**About this exercise**
Gather all lines in the entries below that include the word "linalg".

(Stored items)
* * * * *
def fit_profile(
    prof: Profile,
    *,
    omega0: float,
    n_basis: int = 3,
    sigma: np.ndarray | None = None,
    kappa_free: bool | None = None,
    kappa0: float = 0.0,
    phi0: float | None = None,
) -> FitResult:
    """Fit the fringe model to a profile by weighted nonlinear least squares.

    Parameters
    ----------
    prof : Profile
        Binned profile (see `fringe.profile.project`).
    omega0 : float
        Starting angular frequency, rad/px (2 pi / period).
    n_basis : int
        Number of envelope functions (see `EnvelopeBasis`).
    sigma : (M,) ndarray, optional
        Standard uncertainty of each bin mean. Default: from ``prof.var_mean`` when
        present, otherwise equal per-pixel weights (sigma proportional to 1/sqrt(count)).
    kappa_free : bool, optional
        Fit the phase gradient along the fringes (default when the profile has several
        strips).
    kappa0, phi0 : float
        Starting values.

    Returns
    -------
    FitResult

    Notes
    -----
    Variable projection: for every trial (omega, kappa, phi) the envelope coefficients
    are the exact weighted linear least-squares solution, and the nonlinear parameters
    are iterated by the trust-region reflective method with a finite-difference Jacobian
    of the projected residual. The covariance of (omega, kappa, phi) is the inverse of
    the Schur complement H = sum_j (J_t'J_t - J_t'J_l (J_l'J_l)^-1 J_l'J_t) of the
    weighted Gauss-Newton information matrix (t: nonlinear, l: linear parameters of
    strip j), multiplied by max(1, chi²/dof) (the bins may be noisier than the noise
    model says, e.g. for correlated noise).

    References
    ----------
    .. [1] G. H. Golub and V. Pereyra, "The differentiation of pseudo-inverses and
       nonlinear least squares problems whose variables separate", SIAM J. Numer. Anal.
       10(2), 413-432 (1973). doi:10.1137/0710036
    .. [2] S. M. Kay, Fundamentals of Statistical Signal Processing: Estimation Theory,
       Prentice Hall (1993), sec. 7.6 and example 3.14 (the sinusoid model and its bound).
    """
    from scipy.optimize import least_squares

    n_strips = prof.n_strips
    if kappa_free is None:
        kappa_free = n_strips > 1
    basis = EnvelopeBasis(n_basis, prof.u_range)
    mat = basis.matrix(prof.u)
    active = _active_columns(prof, basis, mat)
    if sigma is None:
        if prof.var_mean is not None:
            sigma = np.sqrt(np.maximum(prof.var_mean, 1e-300))
        else:
            sigma = 1.0 / np.sqrt(prof.count)
    weights = 1.0 / sigma

    if phi0 is None:
        phi0, dk = _initial_phase(prof, weights, mat, active, omega0, kappa0)
        if kappa_free:
            kappa0 = kappa0 + dk

    def unpack(theta):
        if kappa_free:
            return theta[0], theta[1], theta[2]
        return theta[0], 0.0, theta[1]

    def design(om, ka, ph):
        g = np.exp(-0.5 * om**2 * prof.u_var)
        psi = om * prof.u + ka * prof.v + ph
        return g, psi

    def resid(theta):
        om, ka, ph = unpack(theta)
        g, psi = design(om, ka, ph)
        return _solve_linear(prof, weights, mat, g, psi, active)[2]

    theta0 = np.array([omega0, kappa0, phi0] if kappa_free else [omega0, phi0])
    span = max(prof.u_range[1] - prof.u_range[0], 1.0)
    scale = np.array([1.0 / span, 1.0 / span, 1.0] if kappa_free else [1.0 / span, 1.0])
    sol = least_squares(resid, theta0, x_scale=scale, method="trf", xtol=1e-12, ftol=1e-12,
                        gtol=1e-12, max_nfev=200)
    om, ka, ph = unpack(sol.x)
    g, psi = design(om, ka, ph)
    a, b, r = _solve_linear(prof, weights, mat, g, psi, active)

    # Make the amplitude positive where the data are (the sign belongs to the phase).
    amp_bins = np.einsum("ik,ik->i", mat, b[prof.strip])
    if np.sum(amp_bins * prof.count) < 0:
        b = -b
        ph = ph + np.pi
        psi = psi + np.pi
        amp_bins = -amp_bins
    ph = float(np.angle(np.exp(1j * ph)))

    # Covariance of (omega, kappa, phi): Schur complement strip by strip.
    sinp, cosp = np.sin(psi), np.cos(psi)
    jt = np.empty((prof.mean.size, 3))
    jt[:, 0] = -g * amp_bins * sinp * prof.u - om * prof.u_var * g * amp_bins * cosp
    jt[:, 1] = -g * amp_bins * sinp * prof.v if kappa_free else 0.0
    jt[:, 2] = -g * amp_bins * sinp
    jt *= weights[:, None]
    info = np.zeros((3, 3))
    n_lin = 0
    for j, sel in enumerate(_strip_slices(prof, n_strips)):
        if sel.stop <= sel.start:
            continue
        cols = active[j]
        bs = mat[sel][:, cols]
        jl = np.hstack([bs, bs * (g[sel] * cosp[sel])[:, None]]) * weights[sel, None]
        n_lin += jl.shape[1]
        tj = jt[sel]
        cross = tj.T @ jl
        gram = jl.T @ jl
        try:
            proj = cross @ np.linalg.solve(gram, cross.T)
        except np.linalg.LinAlgError:
            proj = cross @ np.linalg.pinv(gram) @ cross.T
        info += tj.T @ tj - proj
    if not kappa_free:
        info[1, :] = 0.0
        info[:, 1] = 0.0
        info[1, 1] = 1.0
    try:
        cov = np.linalg.inv(info)
    except np.linalg.LinAlgError:
        cov = np.linalg.pinv(info)
    if not kappa_free:
        cov[1, :] = 0.0
        cov[:, 1] = 0.0
    chi2 = float(r @ r)
    dof = int(prof.mean.size - n_lin - (3 if kappa_free else 2))
    scale_c = max(1.0, chi2 / max(dof, 1))
    return FitResult(omega=float(om), kappa=float(ka), phi=ph, a=a, b=b, cov=cov * scale_c,
                     chi2=chi2, dof=dof, basis=basis, kappa_free=bool(kappa_free),
                     cov_scale=scale_c)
* * * * *
**Response for this exercise**
            proj = cross @ np.linalg.solve(gram, cross.T)
        except np.linalg.LinAlgError:
            proj = cross @ np.linalg.pinv(gram) @ cross.T
        cov = np.linalg.inv(info)
    except np.linalg.LinAlgError:
        cov = np.linalg.pinv(info)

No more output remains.